AGE formation and accumulation have been implicated as a major factor in the development of diabetic complications, atherosclerosis, Alzheimer’s disease, and the normal aging process [21]. Linked to the process of AGE formation, lipoxidation reactions, oxidative and carbonyl stress should also be given as much attention where their tight association is now being increasingly reported [22]. Thus, AGE formation and AGE-protein cross-link formation should not be the only target for therapeutic interventions. Highly reactive carbonyl intermediates responsible for the formation of AGEs and advanced lipoxidation end-products (ALEs) should also be targeted. As formation of these end-products involves a complexity of pathways and reactions, inhibitors that react with each step and intermediate products should be evaluated. Another factor to be considered is the fact that glycoxidized proteins generate reactive oxygen species (ROS) and induce oxidative stress through the reaction with receptor for advanced glycation end-products (RAGEs). Also, ROS are generated by other reactions in the cascade of AGE formation such as methylglyoxal (MGO) and Schiff’s base pathways leading to lipoxidation and oxidative damage. Therefore, strategies such as suppression of receptor signaling pathways (e.g. RAGE antagonists), and the use of antioxidants should be targeted. AGEs being complex and having a variety of cross-links, the development of inhibitors and AGE breakers might be difficult. Nonetheless, oxidative and carbonyl stress associated with AGEs can be inhibited by compounds having both metal chelating and carbonyl scavenging properties [23]. Unfortunately, from a large number of naturally occurring and synthetic compounds reported as AGE inhibitors, only the mechanism of action of a few compounds have been studied extensively.

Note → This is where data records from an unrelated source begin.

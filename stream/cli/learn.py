"""``sapwood learn``: learn a stream to its end (or until stopped), scoring each record
first; the options in groups by concern, or from a run file."""

from __future__ import annotations

import sys
import time

import click

from stream.errors import ConfigError, SapwoodError
from stream.rules.text import CAUTION
from stream.shown import printable

from .output import echo
from .config import config_options, settings_in_force
from .options import (GroupedCommand, drift_options, feed_options, input_options,
                      label_options, output_options, parse_kinds, settings_given, stack,
                      take_renamed, tree_options)


@click.command("learn", cls=GroupedCommand)
@click.argument("sources", nargs=-1, required=True, metavar="SOURCE...")
@stack(input_options(), output_options(), tree_options(), drift_options(), feed_options(),
       label_options(), config_options)
@click.option("--quiet", "-q", is_flag=True, help="No closing report on stderr.")
def learn(sources, **kw) -> None:
    """Learn SOURCE... (files in order, - for stdin, or one mqtt:// or redis:// URL) to the
    end, scoring each record first.

    \b
    Example:
      sapwood learn plant.csv --target fault --summary run.json --snapshots rules/
      sapwood learn --config line3.toml          # a deployment in one reviewed file

    With --checkpoint the run can be stopped (SIGINT/SIGTERM: it finishes the batch,
    writes the checkpoint and exits 0) or killed, and the same command goes on from the
    checkpoint as if it had never stopped.
    """
    from stream.run.engine import LearnRun

    ctx = click.get_current_context()
    print_config, quiet = take_command_flags(kw)
    ctx.params["numeric_splits"] = kw["numeric_splits"]
    if print_config:
        echo(settings_in_force(ctx), nl=False)
        return
    job = learn_job(list(sources), kw)
    progress = _Progress()
    if job.by is not None:
        from stream.run.keyed import KeyedRun

        summary = KeyedRun(job, progress=progress).run()
        progress.done()
        if not quiet:
            echo(keyed_report(summary), err=True)
        return
    try:
        summary = LearnRun(job, progress=progress).run()
    except SapwoodError as exc:   # learned, then the input broke or a result failed
        progress.done()
        if not quiet and exc.summary is not None:
            echo(closing_report(exc.summary), err=True)
        raise
    progress.done()
    if not quiet:
        echo(closing_report(summary), err=True)


def take_command_flags(kw: dict) -> tuple[bool, bool]:
    """Settle ``kw`` (the learn options as click passes them) for :func:`learn_job`: a
    renamed option folded into its new name, and the flags that are not the job's taken
    out. Returns (print_config, quiet)."""
    take_renamed(kw, "numeric_splits")
    return bool(kw.pop("print_config", False)), bool(kw.pop("quiet", False))


def learn_job(sources: list[str], kw: dict):
    """The :class:`~stream.run.job.LearnJob` the options in ``kw`` (as click passes them)
    ask for. Rules about which flags were typed together are checked here; rules about
    the values, by the job."""
    from stream.run.job import (DEFAULT_CHECKPOINT_EVERY, DEFAULT_CHECKPOINT_SECONDS,
                                DEFAULT_LABEL_WINDOW, LearnJob)

    settings = settings_given(kw)
    durable = {}
    if kw["checkpoint_path"]:
        durable = {"checkpoint_path": kw["checkpoint_path"],
                   "checkpoint_every": DEFAULT_CHECKPOINT_EVERY
                   if kw["checkpoint_every"] is None else kw["checkpoint_every"],
                   "checkpoint_seconds": DEFAULT_CHECKPOINT_SECONDS
                   if kw["checkpoint_seconds"] is None else kw["checkpoint_seconds"]}
    elif kw["checkpoint_every"] is not None or kw["checkpoint_seconds"] is not None:
        raise ConfigError("--checkpoint-every and --checkpoint-seconds need --checkpoint FILE")
    if not kw["label_sources"] and (kw["label_window"] is not None or
                                    kw["label_seconds"] is not None):
        raise ConfigError("--label-window and --label-seconds need --labels SOURCE")
    return LearnJob(
        sources=sources, target=kw["target"], fmt=kw["fmt"], schema_path=kw["schema_path"],
        declared=parse_kinds(kw["kinds"]), options=settings, task=kw["task"],
        summary_path=kw["summary_path"], save_path=kw["save_path"],
        snapshot_dir=kw["snapshot_dir"],
        snapshot_every=kw["snapshot_every"] if kw["snapshot_every"] is not None
        else (10000 if kw["snapshot_dir"] else 0),
        snapshot_seconds=kw["snapshot_seconds"] or 0.0,
        snapshot_history=kw["snapshot_history"], snapshot_keep=kw["keep_snapshots"],
        metrics_path=kw["metrics_path"], metrics_every=kw["metrics_every"],
        quarantine_path=kw["quarantine_path"], strict=kw["strict"],
        predictions_path=kw["predictions_path"], events_path=kw["events_path"],
        window=kw["window"], batch_rows=kw["batch_rows"], category_cap=kw["category_cap"],
        class_cap=kw["class_cap"], follow=kw["follow"],
        header=None if kw["header"] is None else [n.strip() for n in kw["header"].split(",")],
        poll_seconds=kw["poll_seconds"], idle_exit=kw["idle_exit"],
        labels=list(kw["label_sources"]),
        label_window=DEFAULT_LABEL_WINDOW if kw["label_window"] is None
        else kw["label_window"],
        label_seconds=kw["label_seconds"] or 0.0, id_field=kw["id_field"],
        concern=kw["concern"], alerts_path=kw["alerts_path"], alert_every=kw["alert_every"],
        alert_move=kw["alert_move"], by=kw["by"], keys_in_memory=kw["keys_in_memory"],
        **durable)


class _Progress:
    """One line on stderr, rewritten at most twice a second, only on a terminal."""

    def __init__(self, stream=None, clock=time.monotonic) -> None:
        self.stream = stream or sys.stderr
        self.clock = clock
        self.enabled = hasattr(self.stream, "isatty") and self.stream.isatty()
        self.last = 0.0
        self.shown = False

    def __call__(self, facts: dict) -> None:
        if not self.enabled or self.clock() - self.last < 0.5:
            return
        self.last = self.clock()
        self.stream.write(f"\rsapwood: {facts['records']:,} records, "
                          f"{facts['rate']:,.0f} records/s, "
                          f"{facts['quarantined']:,} quarantined ")
        self.stream.flush()
        self.shown = True

    def done(self) -> None:
        if self.shown:
            self.stream.write("\n")


def _percent(value) -> str:
    return "n/a" if value is None else f"{100 * value:.1f}%"


def closing_report(s: dict) -> str:
    """What a finished run says on stderr, ending with the caution when it wrote
    predictions."""
    lines = [f"sapwood: learned {s['learned']:,} of {s['records']:,} records in "
             f"{s['seconds']:.2f} s ({(s['records_per_second'] or 0):,.0f} records/s)"]
    rules = f"{s['leaves']} rule{'s' if s['leaves'] != 1 else ''}, depth {s['depth']}"
    if s.get("task") == "regression":
        lines.append(f"  mean absolute error {_number(s.get('mae'))}, RMSE "
                     f"{_number(s.get('rmse'))}, R^2 {_number(s.get('r2'))}; {rules}")
    else:
        lines.append(f"  accuracy {_percent(s.get('accuracy'))}, kappa "
                     f"{_number(s.get('kappa'))}, last {s.get('window', 1000):,} records "
                     f"{_percent(s.get('window_accuracy'))}; {rules}")
        if s.get("concern") is not None:
            lines.append(f"  class of concern {printable(s['concern'])}: precision "
                         f"{_percent(s.get('concern_precision'))}, recall "
                         f"{_percent(s.get('concern_recall'))}, F1 "
                         f"{_number(s.get('concern_f1'))}")
    if s.get("drift_alarms"):
        lines.append(f"  drift: {s['swaps']:,} confirmed changes (alternates swapped in); "
                     f"{s['drift_alarms']:,} unconfirmed alarms, {s['alternates_started']:,} "
                     f"alternate subtrees started")
    alerts = s.get("alerts")
    if alerts:
        lines.append(f"  alerts: {alerts['raised']:,} raised, {alerts['sent']:,} sent to "
                     f"{alerts['to']}" + (f", {alerts['pending']:,} not sent yet"
                                          if alerts["pending"] else ""))
    if s["quarantined"]:
        lines.append(f"  {s['quarantined']:,} records quarantined in "
                     f"{s['outputs']['quarantine']}")
    for name, path in s["outputs"].items():
        if path and name != "quarantine":
            lines.append(f"  {name}: {path}")
    checkpoint = s.get("checkpoint")
    if s.get("stopped"):
        how = "no new records" if s["stopped"] == "idle" else s["stopped"]
        lines.append(f"  stopped ({how})" + (
            f"; the same command goes on from checkpoint {checkpoint['path']}"
            if checkpoint else ""))
    elif checkpoint:
        lines.append(f"  checkpoint: {checkpoint['path']}")
    if s["outputs"].get("predictions"):
        lines.append(CAUTION)
    return "\n".join(lines)


def keyed_report(s: dict) -> str:
    """What a finished keyed run says on stderr."""
    lines = [f"sapwood: learned {s['learned']:,} of {s['records']:,} records in "
             f"{s['seconds']:.2f} s ({(s['records_per_second'] or 0):,.0f} records/s), "
             f"one tree for each of {s['keys']:,} values of {printable(s['by'])}"]
    if s.get("task") == "regression" and s.get("rmse") is not None:
        lines.append(f"  over all keys: mean absolute error {_number(s.get('mae'))}, "
                     f"RMSE {_number(s.get('rmse'))}")
    elif s.get("accuracy") is not None:
        lines.append(f"  over all keys: accuracy {_percent(s.get('accuracy'))}")
    if s.get("evictions"):
        lines.append(f"  {s['evictions']:,} times a tree was saved to make room "
                     f"(--keys-in-memory {s['keys_in_memory']:,}), {s['reloads']:,} reloaded")
    if s["quarantined"]:
        lines.append(f"  {s['quarantined']:,} records quarantined (without a key: "
                     f"{s['quarantine']}; others in each key's folder)")
    for index in s.get("index", []):
        lines.append(f"  keys: {index}")
    if s.get("stopped") and s.get("checkpoint"):
        lines.append(f"  stopped ({s['stopped']}); the same command goes on from "
                     f"checkpoint {s['checkpoint']['path']}")
    return "\n".join(lines)


def _number(value) -> str:
    return "n/a" if value is None else f"{value:.3f}"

Unraveling the mechanism(s) of action of these inhibitors is essential for understanding the roles of AGE in the pathogenesis of a number of age-related chronic diseases and to design more effective therapeutic strategies for these diseases in the future [23].

During the current study, we focused our efforts to evaluate effective anti-glycation as well as antioxidant ability of extracts of culinary herbs and spices with the objective to be incorporated as therapeutic strategy in diabetes control and prevention. Our main approach was to screen a number of natural products. Furthermore, the purpose of this study was also to investigate the antioxidant activity of some local herbs and spices in order to evaluate the scientific basis of their potential therapeutic application as traditional medicine. All the herbs and spices tested in this study showed antioxidant activities. Based on the screening studies, the most promising compounds were selected to conduct further studies. Some of these results are presented below.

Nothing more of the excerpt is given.